My friend the other day was like, “Have you been watching Bob Ross at all?” and I’m like, “of course I haven’t been watching Bob Ross.” She said, “it is the most relaxing thing. Just put it on and watch it.” I did it, and I had the best night of my life watching Bob paint. It’s things like that that end up happening.
I often choose the opposite of what I’ve just finished. If I’ve been working on a portrait, I don’t want to do another portrait. So I’ll do a flower. I very much like to jump around from subject to subject.
Grace: Can you talk about where the tennis rackets came from initially?
Danielle: I wish I had this moment of absolute genius, but a friend saw this heart that was woven around and was just wrapped with wool. I’m slightly competitive, and I was like that’s cool but I can do it better. I went to get a racket from the market that Saturday. That was it. It wasn’t my moment of genius. It was my moment of competitiveness.

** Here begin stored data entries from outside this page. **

#include "tailwise/grid.h"
#include "tailwise/modelgrid.h"

#include "tailwise/allocation.h"
#include "tailwise/cornishfisher.h"
#include "tailwise/historical.h"
#include "tailwise/risk.h"
#include "tailwise/simulate.h"
#include "tailwise/studentt.h"

#include <algorithm>
#include <span>

#include <cmath>

namespace tailwise {

RiskGrid normalRiskGrid(HorizonMoments oneDay, std::vector<int> horizons, std::vector<double> confidences)
{
    RiskGrid grid;
    grid.horizons = std::move(horizons);
    grid.confidences = std::move(confidences);
    grid.var.reserve(grid.horizons.size() * grid.confidences.size());
    grid.es.reserve(grid.var.capacity());
    // The factors depend on the confidence only: found once per column, not once per cell (a
    // year × 60 confidences is 15,000 cells). Each cell is then exactly normalVarEs's expression.
    std::vector<double> z, tail;
    z.reserve(grid.confidences.size());
    tail.reserve(grid.confidences.size());
    for (double c : grid.confidences) {
        z.push_back(normalQuantile(c));
        tail.push_back(normalTailMeanFactor(c));
    }
    for (int h : grid.horizons) {
        const HorizonMoments m{oneDay.mean * h, oneDay.sd * std::sqrt(static_cast<double>(h))};
        for (std::size_t k = 0; k < grid.confidences.size(); ++k) {
            grid.var.push_back(z[k] * m.sd - m.mean);
            grid.es.push_back(tail[k] * m.sd - m.mean);
        }
    }
    return grid;
}

namespace {

RiskGrid emptyGrid(std::vector<int> horizons, std::vector<double> confidences)
{
    RiskGrid g;
    g.horizons = std::move(horizons);
    g.confidences = std::move(confidences);
    g.var.reserve(g.horizons.size() * g.confidences.size());
    g.es.reserve(g.var.capacity());
    return g;
}

// Cells k_V σ_h − μ_h with factors that depend on (H, C) through `factors(h, c)` → VarEs.
template <class Factors>
RiskGrid factorGrid(HorizonMoments oneDay, std::vector<int> horizons, std::vector<double> confidences, Factors factors)
{
    RiskGrid g = emptyGrid(std::move(horizons), std::move(confidences));
    for (int h : g.horizons) {
        // As risk.cpp's horizon moments: {H μ_1, √H σ_1}.
        const HorizonMoments m{static_cast<double>(h) * oneDay.mean, std::sqrt(static_cast<double>(h)) * oneDay.sd};
        for (std::size_t k = 0; k < g.confidences.size(); ++k) {
            const VarEs f = factors(h, k);
            g.var.push_back(f.var * m.sd - m.mean);
            g.es.push_back(f.es * m.sd - m.mean);
        }
    }
    return g;
}

Result<RiskGrid> historicalGrid(const RiskReport &r, std::vector<int> horizons, std::vector<double> confidences)
{
    const auto &a = r.assumptions;
    RiskGrid g = emptyGrid(std::move(horizons), std::move(confidences));
    const Eigen::Index days = r.windowReturnsMatrix.rows();
    if (a.historicalHorizon == HistoricalHorizon::Overlapping) {
        for (int h : g.horizons) {
            if (days - h + 1 < 2)
                return fieldError(ErrorKind::InsufficientData, "horizon",
                                  "overlapping " + std::to_string(h) + "-day sums need at least " + std::to_string(h + 1)
                                      + " daily returns in the window, found " + std::to_string(days));
            const Eigen::VectorXd losses =
                -historicalScenarioPnl(r.windowReturnsMatrix, r.exposures, h, a.historicalHorizon).rowwise().sum();
            const std::span<const double> span(losses.data(), static_cast<std::size_t>(losses.size()));
            for (double c : g.confidences) {
                const VarEs f = empiricalVarEs(span, c); // the H-day sums: no further scaling
                g.var.push_back(f.var);
                g.es.push_back(f.es);
            }
        }
        return g;
    }
    const Eigen::VectorXd losses =
        -historicalScenarioPnl(r.windowReturnsMatrix, r.exposures, 1, HistoricalHorizon::SquareRoot).rowwise().sum();
    const std::span<const double> span(losses.data(), static_cast<std::size_t>(losses.size()));
    std::vector<VarEs> oneDay;
    for (double c : g.confidences)
        oneDay.push_back(empiricalVarEs(span, c));
    for (int h : g.horizons) {
        const double scale = std::sqrt(static_cast<double>(h));
        for (const VarEs &f : oneDay) {
            g.var.push_back(f.var * scale);
            g.es.push_back(f.es * scale);
        }
    }
    return g;
}

Result<RiskGrid> monteCarloGrid(const RiskReport &r, std::vector<int> horizons, std::vector<double> confidences,
                                const RunControl &control)
{
    const auto &a = r.assumptions;
    SimulationSettings settings{a.simulations, a.seed, r.model.dof, false};
    auto draws = simulateStandardPnl(r.exposures, r.moments.covariance, settings, control);
    if (!draws)
        return draws.error();
    // Losses of the standard draws, sorted once; the type 7 quantile and the tail mean per C.
    std::vector<double> sorted(static_cast<std::size_t>(draws.value().size()));
    for (std::size_t k = 0; k < sorted.size(); ++k)
        sorted[k] = -draws.value()(static_cast<Eigen::Index>(k));
    std::sort(sorted.begin(), sorted.end());
    std::vector<double> suffix(sorted.size() + 1, 0.0); // suffix[j] = Σ_{k ≥ j} sorted[k]
    for (std::size_t k = sorted.size(); k-- > 0;)
        suffix[k] = suffix[k + 1] + sorted[k];
    std::vector<VarEs> unit;
    for (double c : confidences) {
        const double hq = static_cast<double>(sorted.size() - 1) * c;
        const auto j = static_cast<std::size_t>(std::floor(hq));
        const double q = j + 1 < sorted.size() ? sorted[j] + (hq - std::floor(hq)) * (sorted[j + 1] - sorted[j]) : sorted.back();
        const auto first = static_cast<std::size_t>(std::lower_bound(sorted.begin(), sorted.end(), q) - sorted.begin());
        unit.push_back(VarEs{q, suffix[first] / static_cast<double>(sorted.size() - first)});
    }
    const double drift = r.exposures.dot(r.moments.mean);
    RiskGrid g = emptyGrid(std::move(horizons), std::move(confidences));
    for (int h : g.horizons) {
        const double rootH = std::sqrt(static_cast<double>(h));
        const double mean = static_cast<double>(h) * drift;
        for (const VarEs &f : unit) {
            g.var.push_back(rootH * f.var - mean);
            g.es.push_back(rootH * f.es - mean);
        }
    }
    return g;
}

} // namespace

Result<RiskGrid> modelRiskGrid(const RiskReport &r, std::vector<int> horizons, std::vector<double> confidences,
                               const RunControl &control)
{
    const MultiDayScaling scaling = r.assumptions.scaling;
    const bool aggregate = scaling == MultiDayScaling::Aggregate;
    switch (r.model.used) {
    case RiskModel::Normal:
        break;
    case RiskModel::StudentT: {
        const double nu = *r.model.dof;
        std::vector<VarEs> daily;
        for (double c : confidences)
            daily.push_back(VarEs{studentTVarFactor(nu, c), studentTEsFactor(nu, c)});
        return factorGrid(r.oneDay, std::move(horizons), confidences, [&](int h, std::size_t k) {
            if (!aggregate || h == 1)
                return daily[k];
            const double nuH = aggregateDof(nu, h);
            return VarEs{studentTVarFactor(nuH, confidences[k]), studentTEsFactor(nuH, confidences[k])};
        });
    }
    case RiskModel::CornishFisher: {
        const Shape shape = *r.model.shape;
        std::vector<VarEs> daily;
        for (double c : confidences) {
            const CornishFisherFactors f = cornishFisherFactors(c, shape);
            daily.push_back(VarEs{f.var, f.es});
        }
        return factorGrid(r.oneDay, std::move(horizons), confidences, [&](int h, std::size_t k) {
            if (!aggregate || h == 1)
                return daily[k];
            const CornishFisherFactors f = cornishFisherFactors(confidences[k], scaledShape(shape, h, scaling));
            return VarEs{f.var, f.es};
        });
    }
    case RiskModel::Historical:
        return historicalGrid(r, std::move(horizons), std::move(confidences));
    case RiskModel::MonteCarlo:
        return monteCarloGrid(r, std::move(horizons), std::move(confidences), control);
    }
    return normalRiskGrid(r.oneDay, std::move(horizons), std::move(confidences));
}

std::optional<double> normalVarTurningHorizon(HorizonMoments oneDay, double confidence)
{
    if (!(oneDay.mean > 0.0) || !(oneDay.sd > 0.0) || !(confidence > 0.5 && confidence < 1.0))
        return std::nullopt;
    const double root = normalQuantile(confidence) * oneDay.sd / (2.0 * oneDay.mean);
    const double h = root * root;
    if (!std::isfinite(h))
        return std::nullopt;
    return h;
}

} // namespace tailwise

Grace: What projects have you been wanting to work on? Is there something that you haven’t quite figured out how to do yet?
Danielle: I would love to do a really beautiful window display. I’d like to do more three-dimensional work, like installations. There really isn’t any material that I haven’t worked on that I want to, just more things I want to get better at. I’ve done stuff on scrap metal, like big flowers and portraits, but now I want to do more detailed versions of that. I really just want to get better at what I know and see how that grows. The new stuff will come from that process.